# Ladies! do sailing men qualify as



## deniseO30 (Nov 27, 2006)

"BAD BOYS"? I'm sure most us of know what I mean Remember guys! this is hersailnet  (insert song "bad to the bone" here)  

Personally I feel they are gentlemen from my limited experience in sailing but then, I never was a great judge of character!


----------



## TrueBlue (Oct 11, 2004)

Depends upon their sailing status. I grew up in Newport, RI, home of the America's Cup for well over 100 years. As a boy, I envied the life and celebrity status these sailors had. They could get any local girl they wanted . . . (expletives deleted (g)


----------



## deniseO30 (Nov 27, 2006)

gal in every port as they say TB?


----------



## xort (Aug 4, 2006)

Denise
Try reading the "life in the fast lane" story on the learn to sail forum!
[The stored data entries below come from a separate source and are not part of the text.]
"""Running a campaign: tasks, cache, execution, population, provenance, outputs."""

from __future__ import annotations

import base64
import hashlib
import platform
import re
import sys
import time
from dataclasses import dataclass, field
from datetime import datetime, timezone
from pathlib import Path

from zoneprofile import __version__
from zoneprofile._outdir import OutputFolder
from zoneprofile._output import to_jsonable
from zoneprofile._validation import InputError
from zoneprofile.campaign._cache import ResultCache, task_key
from zoneprofile.campaign._executors import Progress, execute
from zoneprofile.campaign._pipeline import process_crystal
from zoneprofile.campaign._schema import Campaign, load_campaign
from zoneprofile._api import RunVocabulary  # summary / to_dict / to_frame / _repr_html_

__all__ = ["run_campaign", "execute_campaign", "write_campaign_outputs", "RunSummary", "build_tasks"]


@dataclass
class RunSummary(RunVocabulary):
    """What a campaign run did."""

    out_dir: Path
    records: list
    computed: list = field(default_factory=list)
    from_cache: list = field(default_factory=list)
    failed: list = field(default_factory=list)  # (label, error)
    seconds: float = 0.0
    population: dict | None = None
    provenance: dict | None = None
    figures: list = field(default_factory=list)  # per record: {format: bytes} drawn with the crystal, or None
    notes: list = field(default_factory=list)  # things the user should know about the run itself
    formats: tuple = ("png", "svg")
    figure_width: str = "double"  # print width of the figures (campaign key figure_width)

    def to_frame(self):
        """One row per crystal (the report's crystals table)."""
        from zoneprofile.report.tables import crystals_table

        return crystals_table(self.records)

    @property
    def n_crystals(self) -> int:
        return len(self.records)

    @property
    def all_failed(self) -> bool:
        """Every crystal failed (nothing was read to the end): the run is not a success."""
        return self.n_crystals > 0 and len(self.failed) == self.n_crystals

    def line(self) -> str:
        """One-line summary for the terminal."""
        text = (f"{self.n_crystals} crystals: {len(self.computed)} computed, {len(self.from_cache)} from cache, "
                f"{len(self.failed)} failed; {self.seconds:.1f} s; report in {self.out_dir / 'report.html'}")
        return text


def _sha256_file(path: str, memo: dict) -> tuple[str, bytes]:
    if path not in memo:
        data = Path(path).read_bytes()
        memo[path] = (hashlib.sha256(data).hexdigest(), data)
    return memo[path]


def _figure_formats(formats) -> tuple:
    out = []
    for f in ("png", *formats):
        f = str(f).lower().lstrip(".")
        if f not in out:
            out.append(f)
    return tuple(out)


def build_tasks(campaign: Campaign, *, ship_bytes: bool = False, formats=None) -> list[dict]:
    """One plain task dict per crystal, with its inputs' sha256 and cache key."""
    memo: dict = {}
    tasks = []
    for spec in campaign.crystals:
        inputs = []
        payload = {}
        for item in spec.inputs:
            digest, data = _sha256_file(item["path"], memo)
            inputs.append({"role": item["role"], "path": item["path"], "rel": item["rel"], "sha256": digest})
            if ship_bytes:
                payload[item["rel"]] = data
        task = {
            "sample": spec.sample,
            "crystal": spec.crystal,
            "mineral": spec.parameters["mineral"],
            "inputs": inputs,
            "parameters": to_jsonable(spec.parameters),
            "payload": payload or None,
            "figure_formats": list(formats) if formats else None,
            "figure_width": getattr(campaign, "figure_width", "double"),
        }
        task["key"] = task_key(task, __version__)
        tasks.append(task)
    return tasks
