def population_events(records, *, element=None, k_max: int = K_MAX, spread_floor: float = SPREAD_FLOOR,
                      confidence: float = 0.95, seed: int = 0) -> dict:
    """The population's recharge events, in the shape of ``results["population"]["events"]``.

    See the module docstring for the model and ``docs/chronology.md`` for the keys.
    """
    obs, excluded = observations_from_records(records, element=element)
    for o in obs:
        o["crystal"], o["crystal_key_"] = o["crystal"], o.pop("crystal_key")
    fit = fit_event_model([{**o, "crystal": o["crystal_key_"]} for o in obs], k_max=k_max,
                          spread_floor=spread_floor, confidence=confidence, seed=seed)
    analysed = defaultdict(set)
    for rec in records or []:
        if not rec.get("error"):
            analysed[str(rec.get("sample", ""))].add(str(rec.get("crystal", "")))
    n_all = sum(len(v) for v in analysed.values())
    k = fit["k"]
    ids = [f"E{m + 1}" for m in range(k)]
    events = []
    for m, ev in enumerate(fit["events"]):
        mem = [obs[j] for j in ev["members"]]
        crystals = sorted({(o["sample"], o["crystal"]) for o in mem})
        by_sample = {s: sum(1 for c in crystals if c[0] == s) for s in sorted(analysed)}
        warnings = []
        if len(crystals) == 1:
            warnings.append("recorded by one crystal only: check that boundary before quoting this event")
        if ev["n_dated"] < 2:
            warnings.append("carried by fewer than two dated boundaries; its interval is wide")
        events.append({
            "id": ids[m], "age_days": _time_summary(ev),
            "log10_days": {"mean": ev["mean_log10"], "se": ev["se_log10"], "shared_sd": ev["shared_sd_log10"],
                           "spread": ev["spread_log10"], "t_quantile": ev["t_quantile"]},
            "weight": ev["weight"], "n_boundaries": len(mem),
            "n_dated": sum(1 for o in mem if o["statement"] == "date"),
            "n_bounds": sum(1 for o in mem if o["statement"] != "date"),
            "n_crystals": len(crystals), "fraction_of_crystals": len(crystals) / n_all if n_all else None,
            "by_sample": by_sample,
            "n_analysed_by_sample": {s: len(v) for s, v in sorted(analysed.items())},
            "crystals": [{"sample": s, "crystal": c} for s, c in crystals],
            "warnings": warnings,
        })
    members = []
    for j, o in enumerate(obs):
        probs = fit["probabilities"][j] if k else []
        members.append({
            "sample": o["sample"], "crystal": o["crystal"], "boundary": o["boundary"],
            "position_um": o["position_um"], "element": o["element"], "source": o["source"],
            "statement": o["statement"],
            "time_days": _obs_summary(o),
            "probabilities": {ids[m]: float(p) for m, p in enumerate(probs)},
            "event": ids[fit["assignment"][j]] if k else None,
            "flags": list(o.get("notes") or []) + fit["flags"][j],
        })
    return {
        "criterion": "BIC",
        "criterion_text": "Bayesian information criterion, -2 log L + (3K - 1) ln n",
        "bic_by_k": fit["bic_by_k"], "eligible_by_k": fit["eligible_by_k"], "k": k,
        "interval_method": ("Wald interval on the event's log10 age from the observed information, Student t on "
                            "(dated members - 1) degrees of freedom, shared temperature/law error added in quadrature"),
        "spread_floor_log10": spread_floor, "bound_sigma_log10": BOUND_SIGMA, "confidence": confidence,
        "element": element, "n_observations": fit["n_observations"], "n_dated": fit["n_dated"],
        "n_bounds": fit["n_bounds"], "events": events, "members": members, "excluded": excluded,
    }


def _obs_summary(o):
    if o["statement"] == "date":
        y, s = o["log10_days"], o["sigma_log10"]
        return {"median": 10 ** y, "p2_5": 10 ** (y - _Z975 * s), "p97_5": 10 ** (y + _Z975 * s),
                "statement": "date", "upper_bound": None, "lower_bound": None}
    up = 10 ** o["upper_log10"] if "upper_log10" in o else None
    low = 10 ** o["lower_log10"] if "lower_log10" in o else None
    return {"median": None, "p2_5": None, "p97_5": None,
            "statement": "lower_bound" if up is None else "upper_bound",
            "upper_bound": up, "lower_bound": low}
That's a sailing mans story. Bring your gas mask.


----------



## wiseleyb (Feb 11, 2007)

When I bought my first boat the seller said (I was 22, youngest live-aboard in Boston) "Women are taught to say "no" when you say "let's go back to my place", but they've never been taught that about boats."


----------



## SailorPam (Sep 18, 2007)

Well, I've encountered several characters, not sure if they're bad or not. Everybody's bad - or good  - at something, right? I think I'd have to agree though that the nature of sailing attracts the people with the most "fun tickets" - not necessarily the best behaved.


----------